A few months ago, we published a blog post about how to take a full body scan using Scandy Pro. In that post, we showed how to take measurements in Scandy Pro’s AR View. While the Scandy Pro AR Measurement Tool is a great way to measure the distance between two points, it can be a bit tedious when calculating the perimeter of an object. We wanted to make that process simpler --
Introducing the Mesh Measurement Tool by Scandy!
Let’s walk through the app and review all the features!
1. Uploading a model
The Mesh Measurement Tool currently supports STL, OBJ and PLY files. Import an existing model or create a new one using Scandy Pro or STL Maker. When uploading, you must indicate the Scale of your model. STL Maker models are always in meters. Scandy Pro models are exported in meters by default unless otherwise specified by the user on export.
Unsure of the scale of your model? Try uploading it in meters first. If the scale is wrong, the measurements will be very obviously wrong (think hundreds of meters off). You can continue changing the model scale until the measurements look appropriate.
2. Interacting with the model & scene
There are two modes for interacting with the model: Translate and Rotate. To switch modes, select the desired mode from the left-hand menu under Mesh Controls. Or, press the ‘T’ and ‘R’ keys for translate and rotate, respectively.
In rotate mode, you will see three curved lines - the colors of these lines indicate the corresponding axis that will be rotated around (ie. red line rotates around the red axis). Click and drag the line to rotate the model.
In translate mode, you will see three arrows corresponding with each axis along with three squares between each perpendicular set of arrows. Click and drag the arrows to drag straight along the corresponding axis. The squares will translate the model along the plane created by its two bounding arrows.
Drag anywhere away from the model to rotate the camera.
Scroll up/down or pinch fingers to zoom in and out.
Hold Shift, Control or CMD while dragging anywhere away from the model, or use the arrow keys, to pan the camera.
3. Adjusting the measuring plane
The flat gray plane is the measuring plane. When calculating the perimeter, only the points intersecting this plane will be included in the calculation. The measuring plane always remains centered at the intersection of the X & Z planes, but can be moved up and down the Y-axis. You can adjust its height, width, and depth using the sliders at the bottom of the screen.
With a combination of resizing the plane and rotating/translating your model, you can grab the perimeter at almost any part of your model!
4. Calculating Perimeter
Once you’ve set the measuring plane exactly where you’d like to calculate the perimeter, click ‘Calculate Perimeter’. A line will be wrapped around the model at that point, and the measurement will be listed under the Measurements tab.
Have some holes in your mesh? Not a problem!

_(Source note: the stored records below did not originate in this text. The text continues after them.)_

import { sayFailure } from './output.mjs';
import { prepare } from './prepare.mjs';
import { stopStepsOnSignals } from './run.mjs';
import { runCheck, runProject, testProjects } from './test-steps.mjs';

/* Checks everything. The last line is `N passed, N failed` over all; lint, types and build count as one each. */
const npm = (script) =>
  process.env.npm_execpath
    ? [process.execPath, [process.env.npm_execpath, 'run', '--silent', script]]
    : ['npm', ['run', '--silent', script]];
const heading = (name) => process.stdout.write(`\n== ${name}\n`);

async function check() {
  const results = [];
  for (const script of ['lint', 'types']) {
    heading(script);
    results.push(await runCheck(script, ...npm(script)));
  }
  // A copy that is running from this checkout keeps its files when nothing has changed.
  heading('build');
  results.push(await runCheck('build', process.execPath, ['server/dev/build-all.mjs', '--when-changed']));
  for (const project of Object.keys(testProjects)) {
    heading(project);
    results.push(await runProject(project));
  }
  return results;
}

function report(results) {
  const sum = (key) => results.reduce((total, result) => total + result[key], 0);
  process.stdout.write('\n');
  for (const { name, passed, failed, skipped } of results) {
    const aside = skipped > 0 ? `, ${skipped} skipped` : '';
    process.stdout.write(`${name.padEnd(8)} ${passed} passed, ${failed} failed${aside}\n`);
  }
  process.stdout.write(`${sum('passed')} passed, ${sum('failed')} failed\n`);
  return sum('failed') === 0 && sum('passed') > 0;
}

stopStepsOnSignals();
try {
  await prepare({ database: true, browser: true });
  process.exitCode = report(await check()) ? 0 : 1;
} catch (error) {
  sayFailure(error);
  process.stdout.write('0 passed, 1 failed\n');
  process.exitCode = 1;
}
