import { join } from 'node:path';
import { PlainError, say } from './output.mjs';
import { freePort, freePortNear } from './ports.mjs';
import { keptPrivate, randomSecret } from './secrets.mjs';

const usualPort = 8080;

/** The port to serve on: the one asked for, or the usual one, or when that is taken another. */
async function choosePort(host) {
  const asked = process.env.PORT;
  if (!asked || asked === '0') return freePortNear(asked === '0' ? 0 : usualPort, host);
  const port = Number(asked);
  if (!Number.isInteger(port) || port < 0 || port > 65535) {
    throw new PlainError(`PORT must be a whole number from 0 to 65535; it is "${asked}".`);
  }
  const found = await freePort(port, host);
  if (!found)
    throw new PlainError(
      `Port ${port} of ${host} is taken or not allowed; choose another PORT or leave it out.`,
    );
  return found;
}

/** Settings the program needs and the person need not give: the rest of the environment goes through as it is. */
export async function chooseSettings(folder) {
  const host = process.env.HOST || '127.0.0.1';
  const port = await choosePort(host);
  if (!process.env.PORT && port !== usualPort) say(`Port ${usualPort} is taken; using ${port}.`);
  const secrets = keptPrivate(join(folder, 'secrets.json'), () => ({ auth: randomSecret() }));
  return {
    HOST: host,
    PORT: String(port),
    AUTH_SECRET: process.env.AUTH_SECRET || secrets.auth,
    BACKMARK_DEMO: process.env.BACKMARK_DEMO || 'true',
    NODE_ENV: 'production',
  };
}

/** Where a browser on this machine finds the program. */
export const addressOf = ({ PORT }) => `http://127.0.0.1:${PORT}`;
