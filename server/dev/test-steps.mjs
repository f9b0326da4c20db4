import { existsSync, mkdtempSync, readFileSync, readdirSync, rmSync, statSync } from 'node:fs';
import { tmpdir } from 'node:os';
import { join } from 'node:path';
import { inRoot } from './paths.mjs';
import { run } from './run.mjs';

const visible = { stdio: ['ignore', 1, 2] };

/** Vitest projects and the folders their tests lie in; tests/projects.ts has the same. */
export const testProjects = {
  engine: ['tests/engine', 'tests/verification', 'tests/catalog'],
  api: ['tests/api', 'tests/faults'],
  client: ['tests/client'],
  browser: ['tests/browser'],
};

function testFilesBelow(folder) {
  if (!existsSync(folder)) return [];
  return readdirSync(folder).flatMap((name) => {
    const path = join(folder, name);
    if (statSync(path).isDirectory()) return testFilesBelow(path);
    return name.endsWith('.test.ts') ? [path] : [];
  });
}

/** A command that counts as one test. */
export async function runCheck(name, command, args) {
  const code = await run(command, args, visible);
  return { name, passed: code === 0 ? 1 : 0, failed: code === 0 ? 0 : 1, skipped: 0 };
}

/** Counts a JSON report; a file that could not even be loaded counts as one failure. */
function countReport(report) {
  const broken = report.testResults.filter(
    (file) => file.status === 'failed' && file.assertionResults.length === 0,
  );
  return {
    passed: report.numPassedTests,
    failed: report.numFailedTests + broken.length,
    skipped: report.numPendingTests + report.numTodoTests,
  };
}

/** Runs one Vitest project; none of its tests having run, or a crash of the runner, is a failure too. */
export async function runProject(name) {
  const files = testProjects[name].flatMap((folder) => testFilesBelow(inRoot(folder)));
  if (files.length === 0) return { name, passed: 0, failed: 1, skipped: 0 };
  const folder = mkdtempSync(join(tmpdir(), 'backmark-report-'));
  const output = join(folder, 'report.json');
  const vitest = inRoot('node_modules/vitest/vitest.mjs');
  const reporters = ['--reporter=default', '--reporter=json', `--outputFile.json=${output}`];
  try {
    const code = await run(process.execPath, [vitest, 'run', '--project', name, ...reporters], visible);
    const counts = existsSync(output)
      ? countReport(JSON.parse(readFileSync(output, 'utf8')))
      : { passed: 0, failed: 0, skipped: 0 };
    const unexplained = counts.failed === 0 && (code !== 0 || counts.passed === 0);
    return { name, ...counts, failed: counts.failed + (unexplained ? 1 : 0) };
  } finally {
    rmSync(folder, { recursive: true, force: true });
  }
}
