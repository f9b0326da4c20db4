import { existsSync, rmSync } from 'node:fs';
import { say } from './output.mjs';
import { inRoot } from './paths.mjs';
import { mustRun } from './run.mjs';
import { hashOf, readStamp, writeStamp } from './stamps.mjs';

const stampFile = inRoot('dist/.backmark-build');
const sources = [
  'catalog',
  'index.html',
  'package-lock.json',
  'package.json',
  'server',
  'shared',
  'src',
  'tsconfig.json',
  'vite.config.ts',
];

/** Builds client and server, whatever is there already. */
export async function build() {
  rmSync(stampFile, { force: true });
  const hash = hashOf(sources);
  const production = { env: { NODE_ENV: 'production' } };
  const vite = [inRoot('node_modules/vite/bin/vite.js'), 'build', '--logLevel', 'warn'];
  await mustRun('Building the client', process.execPath, vite, production);
  await mustRun('Building the server', process.execPath, [inRoot('server/dev/build-server.mjs')], production);
  writeStamp(stampFile, hash);
}

/** Builds unless the last build was made from the sources as they are now. */
export async function ensureBuilt() {
  const built = existsSync(inRoot('dist/server/main.js')) && existsSync(inRoot('dist/client/index.html'));
  if (built && readStamp(stampFile) === hashOf(sources)) return;
  say('Building ...');
  await build();
}
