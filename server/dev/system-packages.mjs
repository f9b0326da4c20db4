import { existsSync } from 'node:fs';
import { delimiter, join } from 'node:path';
import { PlainError, say } from './output.mjs';
import { mustRun } from './run.mjs';

const folders = () => [
  ...(process.env.PATH ?? '').split(delimiter),
  '/usr/sbin',
  '/usr/bin',
  '/usr/local/bin',
];

/** The path of a program on this machine, or undefined. */
export function findProgram(name) {
  return folders()
    .map((folder) => join(folder, name))
    .find((path) => existsSync(path));
}

const mariadb = {
  programs: ['mariadbd', 'mariadb-install-db'],
  packages: ['mariadb-server-core', 'mariadb-client-core'],
};
const chromium = { programs: ['chromium'], packages: ['chromium'] };

/**
 * Installs what is missing from Debian. The -core packages of MariaDB hold the server program only: no system
 * service is set up and nothing of ours runs outside this folder.
 */
export async function ensureSystemPackages({ database, browser }) {
  const wanted = [...(database ? [mariadb] : []), ...(browser ? [chromium] : [])];
  const missing = wanted
    .filter(({ programs }) => !programs.every(findProgram))
    .flatMap(({ packages }) => packages);
  if (missing.length === 0) return;
  const command = `apt-get update && apt-get install -y --no-install-recommends ${missing.join(' ')}`;
  if (process.getuid?.() !== 0 || !findProgram('apt-get')) {
    throw new PlainError(
      `Missing on this machine: ${missing.join(', ')}. Run this once, then try again:\n  sudo sh -c '${command}'`,
    );
  }
  say(`Installing from Debian: ${missing.join(', ')} ...`);
  const env = { DEBIAN_FRONTEND: 'noninteractive' };
  await mustRun('apt-get update', 'apt-get', ['-q', 'update'], { env });
  const install = ['-q', 'install', '-y', '--no-install-recommends', ...missing];
  await mustRun('apt-get install', 'apt-get', install, { env });
}
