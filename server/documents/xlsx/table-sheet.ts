import type { stream } from 'exceljs';
import { BOLD, LARGE, LOUD, pageOf } from './page.ts';
import { SheetWriter } from './sheet-writer.ts';
import type { HeaderValue, TableCell, TableDocument, TableSheet } from './types.ts';

const LABEL_WIDTH = 16;
const CAPACITY_WIDTH = 9;
const CODE_WIDTH = 4.5;
/** What a rejected cell says in the place of its capacity. */
export const NOT_PERMITTED_TEXT = 'n/p';

/** The title block, line by line. */
function titleBlock(document: TableDocument, sheet: TableSheet) {
  const { warning, firm, heading, titleLines } = document;
  return [
    ...(warning ? [[warning, LOUD] as const] : []),
    [firm, BOLD] as const,
    [heading, LARGE] as const,
    ...titleLines.map((line) => [line] as const),
    [sheet.holds.join('   ')] as const,
  ];
}

const pairOf = (cell: TableCell): [HeaderValue, HeaderValue] =>
  cell.capacity === null ? [NOT_PERMITTED_TEXT, cell.rule] : [cell.capacity, cell.code];

/** Writes one sheet: title block, header, capacities with what governs, and the rules that reject cells of it. */
export async function writeTableSheet(
  workbook: stream.xlsx.WorkbookWriter,
  document: TableDocument,
  sheet: TableSheet,
): Promise<void> {
  const { down, across } = sheet;
  const title = titleBlock(document, sheet);
  const frozen = { rows: title.length + 2, columns: down.length };
  const writer = new SheetWriter(workbook.addWorksheet(sheet.name, pageOf(document, frozen)));
  writer.widths([
    ...down.map(() => LABEL_WIDTH),
    ...across.values.flatMap(() => [CAPACITY_WIDTH, CODE_WIDTH]),
  ]);
  for (const [text, font] of title) writer.line(text, font);
  const beside = down.slice(1).map(() => null);
  writer.row(['Capacity in kN', ...beside, across.title], BOLD);
  writer.row([...down, ...across.values.flatMap((value) => [value, 'by'])], BOLD);
  const rules = await writeRows(writer, document, sheet);
  writeBelow(writer, document, rules);
  writer.end();
}

/** The numbers of the rules that reject a cell of this sheet. */
async function writeRows(
  writer: SheetWriter,
  document: TableDocument,
  sheet: TableSheet,
): Promise<Set<number>> {
  const rules = new Set<number>();
  const format = document.decimals > 0 ? `0.${'0'.repeat(document.decimals)}` : '0';
  for await (const row of sheet.rows()) {
    for (const cell of row.cells) if (cell.capacity === null) rules.add(cell.rule);
    writer.cells(row.labels, row.cells.map(pairOf), format);
  }
  return rules;
}

function writeBelow(
  writer: SheetWriter,
  { rules, cautions }: TableDocument,
  used: ReadonlySet<number>,
): void {
  writer.line('');
  if (used.size > 0) writer.line(`${NOT_PERMITTED_TEXT}: not permitted, by the rule of that number`, BOLD);
  for (const { number, title, clause } of rules) {
    if (used.has(number)) writer.line(`${number}  ${title}${clause && ` (${clause})`}`);
  }
  if (used.size > 0) writer.line('');
  for (const caution of cautions) writer.line(caution);
}
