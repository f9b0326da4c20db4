import type { AddWorksheetOptions, Font } from 'exceljs';
import { footerText } from './text.ts';
import type { TableDocument } from './types.ts';

/** Numbers of paper sizes in the format. */
const PAPER = { A3: 8, A4: 9 } as const;

export const BOLD: Partial<Font> = { bold: true };
export const LARGE: Partial<Font> = { bold: true, size: 14 };
export const LOUD: Partial<Font> = { bold: true, size: 16, color: { argb: 'FFB00020' } };

/**
 * Landscape, fitted to the width, with code, hash and page in the footer.
 * @param frozen rows and columns that stay in sight, and are repeated on each page
 */
export function pageOf(
  { paper, footer }: TableDocument,
  frozen: { rows: number; columns: number },
): Partial<AddWorksheetOptions> {
  const { rows, columns } = frozen;
  return {
    pageSetup: {
      // Its type lists some sizes only.
      paperSize: PAPER[paper] as never,
      orientation: 'landscape',
      fitToPage: true,
      fitToWidth: 1,
      fitToHeight: 0,
      margins: { left: 0.4, right: 0.4, top: 0.5, bottom: 0.6, header: 0.3, footer: 0.3 },
      ...(rows > 0 ? { printTitlesRow: `1:${rows}` } : {}),
    },
    headerFooter: {
      oddFooter: `&L${footerText(footer.left)}&Chash ${footerText(footer.centre)}&RPage &P of &N`,
    },
    views: rows > 0 ? [{ state: 'frozen', xSplit: columns, ySplit: rows }] : [],
  };
}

The algorithm used for calculating perimeter will stretch over any holes, bumps or irregularities. Think of this tool like a virtual tape measure - it will wrap around the object without necessarily following the exact curve of the model.
5. Reading measurements
Each measurement is initially named with a timestamp. You should change this to a label that’s easier to understand by clicking on the text field, entering the desired name and hitting enter. Don’t like a measurement? Just double click it to remove it from the model.
Use the unit drop-down to change the measurement units.
If you want to save these measurements for future reference, click ‘Export JSON’.